=== Section Start ===

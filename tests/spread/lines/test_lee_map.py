"""The lee as a map: what strips say is what the map says, without stripes."""

from dataclasses import replace

import numpy as np
import pytest

from orolift.crossing.result import Site
from orolift.crossing.situation import crossing_of
from orolift.errors import TerrainError
from orolift.sources import strips as plans
from orolift.sources.geotiff import lee_maps
from orolift.sources.inputs import read_inputs, situation_of
from orolift.spread.lee_map import lee_map
from orolift.spread.strips import Strip, air_of_strips, strip_air
from orolift.terrain.grid import ElevationGrid, grid_elevation

NORTHING = 5_100_000.0


def planned(ridge_case, folder, monkeypatch, **shape):
    """Inputs and strips 5 km apart over a ridge; the parts of its map."""
    monkeypatch.setattr(plans, "STRIP_SHARE", 0.5)
    monkeypatch.setattr("orolift.sources.line_axis.POINTS", 160)
    inputs = read_inputs(ridge_case(folder, {"foot": (530_000, 0)}, **shape))
    return inputs, plans.strip_plan(inputs)


@pytest.fixture(scope="module")
def straight(tmp_path_factory, ridge_case):
    """A straight ridge of one height."""
    with pytest.MonkeyPatch.context() as patch:
        inputs, plan = planned(ridge_case, tmp_path_factory.mktemp("straight"), patch, notch=0.0)
    parts = air_of_strips(plan.strips[8:-8])
    frame = replace(plan.frame, across=plan.frame.across[8:-8])
    return inputs, plan, parts, frame, lee_map(parts, frame, plan.placed.grid, inputs.incoming)


@pytest.fixture(scope="module")
def notched(tmp_path_factory, ridge_case):
    """A ridge with a pass half as high."""
    with pytest.MonkeyPatch.context() as patch:
        inputs, plan = planned(ridge_case, tmp_path_factory.mktemp("notched"), patch)
    parts = air_of_strips(plan.strips[5:-5])
    frame = replace(plan.frame, across=plan.frame.across[5:-5])
    return inputs, plan, parts, frame, lee_map(parts, frame, plan.placed.grid, inputs.incoming)


def middle_rows(found, frame):
    """Rows of the map well inside the strips."""
    reach = 0.5 * float(np.ptp(frame.across)) - 3.0 * frame.smoothing
    return np.abs(found.grid.y - NORTHING) < reach


def test_a_straight_ridge_gives_uniform_strips(straight):
    """Symmetry along the ridge: every row is the same, but for the turn of true north across the map."""
    *_, frame, found = straight
    rows = middle_rows(found, frame)
    assert rows.sum() > 30
    for values, near in ((found.temperature, 0.03), (found.wind_10m, 0.15), (found.relative_humidity, 0.003)):
        inside = values[rows]
        known = np.isfinite(inside).all(axis=0)
        assert known.sum() > 150
        assert np.ptp(inside[:, known], axis=0).max() < near


def test_the_map_along_the_line_is_its_crossing(straight):
    """Cells on the line have the air of sites put there, from the raster's own line."""
    inputs, *_, found = straight
    row = int(np.argmin(np.abs(found.grid.y - NORTHING)))
    columns = np.flatnonzero(np.isfinite(found.wind_10m[row]))[5:-5:15]
    own = situation_of(inputs)
    sites = [own.sites[0]]
    for c in columns:  # the line begins 50 km upwind of its place; the map has UTM's scale of 0.9996
        away = 50_000.0 + (float(found.grid.x[c]) - 500_000.0) / 0.9996
        sites.append(Site(str(c), away, float(found.grid.elevation[row, c])))
    crossing = crossing_of(replace(own, sites=tuple(sites)))
    for column, air in zip(columns, crossing.lee[1:], strict=True):
        if air.in_blocked_air:
            continue
        assert found.temperature[row, column] == pytest.approx(air.temperature, abs=0.15), air.name
        assert found.relative_humidity[row, column] == pytest.approx(air.relative_humidity, abs=0.015)
        assert found.warming[row, column] == pytest.approx(air.warming, abs=0.15)
        assert found.wind_10m[row, column] == pytest.approx(air.wind.at_10m, rel=0.06, abs=0.2)


def test_a_cell_has_the_air_of_its_own_height(straight):
    """A hollow of 200 m in the lee is warmer by what sinking dry air gains: 9.8 K per km, common practice."""
    inputs, _, parts, frame, found = straight
    grid = found.grid
    lower = ElevationGrid(grid.elevation - 200.0, grid.x, grid.y)
    deep = lee_map(parts, frame, lower, inputs.incoming)
    lee = middle_rows(found, frame)[:, np.newaxis] & (found.behind_crest > 25e3) & np.isfinite(deep.wind_10m)
    gain = (deep.temperature - found.temperature)[lee]
    assert gain.size > 100
    assert np.median(gain) == pytest.approx(1.96, abs=0.25)


def test_no_stripes_beside_a_pass(notched):
    """Neighbouring cells of the smooth lee differ little, and the pass shows."""
    *_, frame, found = notched
    rows = middle_rows(found, frame)
    lee = (found.grid.x > 512_000.0) & (found.grid.x < 545_000.0)
    field = found.temperature[rows][:, lee]
    assert np.isfinite(field).all()
    assert np.abs(np.diff(field, axis=0)).max() < 0.25
    curve = np.abs(np.diff(field, n=2, axis=0)).max()
    assert curve < 0.1
    assert np.ptp(field, axis=0).max() > 0.3


def test_failed_strips_are_counted_and_left_out(straight):
    """The map goes on without them; without any there is none."""
    inputs, plan, parts, frame, found = straight
    broken = [replace(part, values=None, reason="no") if i < 4 else part for i, part in enumerate(parts)]
    less = lee_map(broken, frame, plan.placed.grid, inputs.incoming)
    assert less.failed == (("no", 4),)
    assert less.strips == found.strips - 4
    assert np.isnan(less.temperature).sum() > np.isnan(found.temperature).sum()
    with pytest.raises(TerrainError, match="no strip of the map could be worked out: no"):
        lee_map([replace(part, values=None, reason="no") for part in parts], frame, plan.placed.grid, inputs.incoming)
    assert strip_air(Strip(0.0, None, "why")).reason == "why"


def test_a_strip_that_does_not_cross_says_why(straight):
    """It is reported like one without ground."""
    strip = next(strip for strip in straight[1].strips if strip.situation is not None)
    along = replace(strip.situation.normal, bearing=0.02)
    found = strip_air(replace(strip, situation=replace(strip.situation, normal=along)))
    assert found.values is None
    assert "runs along the range" in found.reason


def test_maps_are_written_with_units_and_places(straight):
    """Read back by rasterio: values in the units named, cells where they belong, missing ones declared."""
    from rasterio.io import MemoryFile

    *_, found = straight
    placed = straight[1].placed
    files = lee_maps(placed, found, {"title": "Ridge"})
    with MemoryFile(files["lee_temperature"]) as memory, memory.open() as file:
        cells = file.read(1, masked=True)
        assert (file.units, file.crs.to_epsg()) == (("degC",), 32632)
        assert file.tags()["title"] == "Ridge"
        assert np.array_equal(cells.mask, np.isnan(found.temperature))
        row, column = file.index(530_000.0, NORTHING)
        assert cells[row, column] == pytest.approx(found.temperature[row, column] - 273.15, abs=1e-3)
        assert grid_elevation(found.grid, *file.xy(row, column)) == found.grid.elevation[row, column]
    with MemoryFile(files["lee_cloud"]) as memory, memory.open() as file:
        assert file.units == ("m", "kg m-2")


def test_strips_on_the_right_of_the_wind_lie_there(straight):
    """Wind from the west: strips to its right are in the south, and what is added there is found there."""
    inputs, plan, parts, frame, found = straight
    warmer = [
        part
        if across <= 0.0 or part.values is None
        else replace(part, values=replace(part.values, temperature=part.values.temperature + 5.0))
        for part, across in zip(parts, frame.across, strict=True)
    ]
    changed = lee_map(warmer, frame, plan.placed.grid, inputs.incoming).temperature - found.temperature
    inside = middle_rows(found, frame)
    south = inside & (found.grid.y < NORTHING - 3.0 * frame.smoothing)
    north = inside & (found.grid.y > NORTHING + 3.0 * frame.smoothing)
    assert np.nanmedian(changed[south]) == pytest.approx(5.0, abs=0.1)
    assert np.nanmedian(changed[north]) == pytest.approx(0.0, abs=0.1)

=== Section End ===

> _WHAT YOU NEED TO DO_: From the listing, copy each line containing the word "title".

> _RESULT OF THIS EXERCISE_:
    files = lee_maps(placed, found, {"title": "Ridge"})
        assert file.tags()["title"] == "Ridge"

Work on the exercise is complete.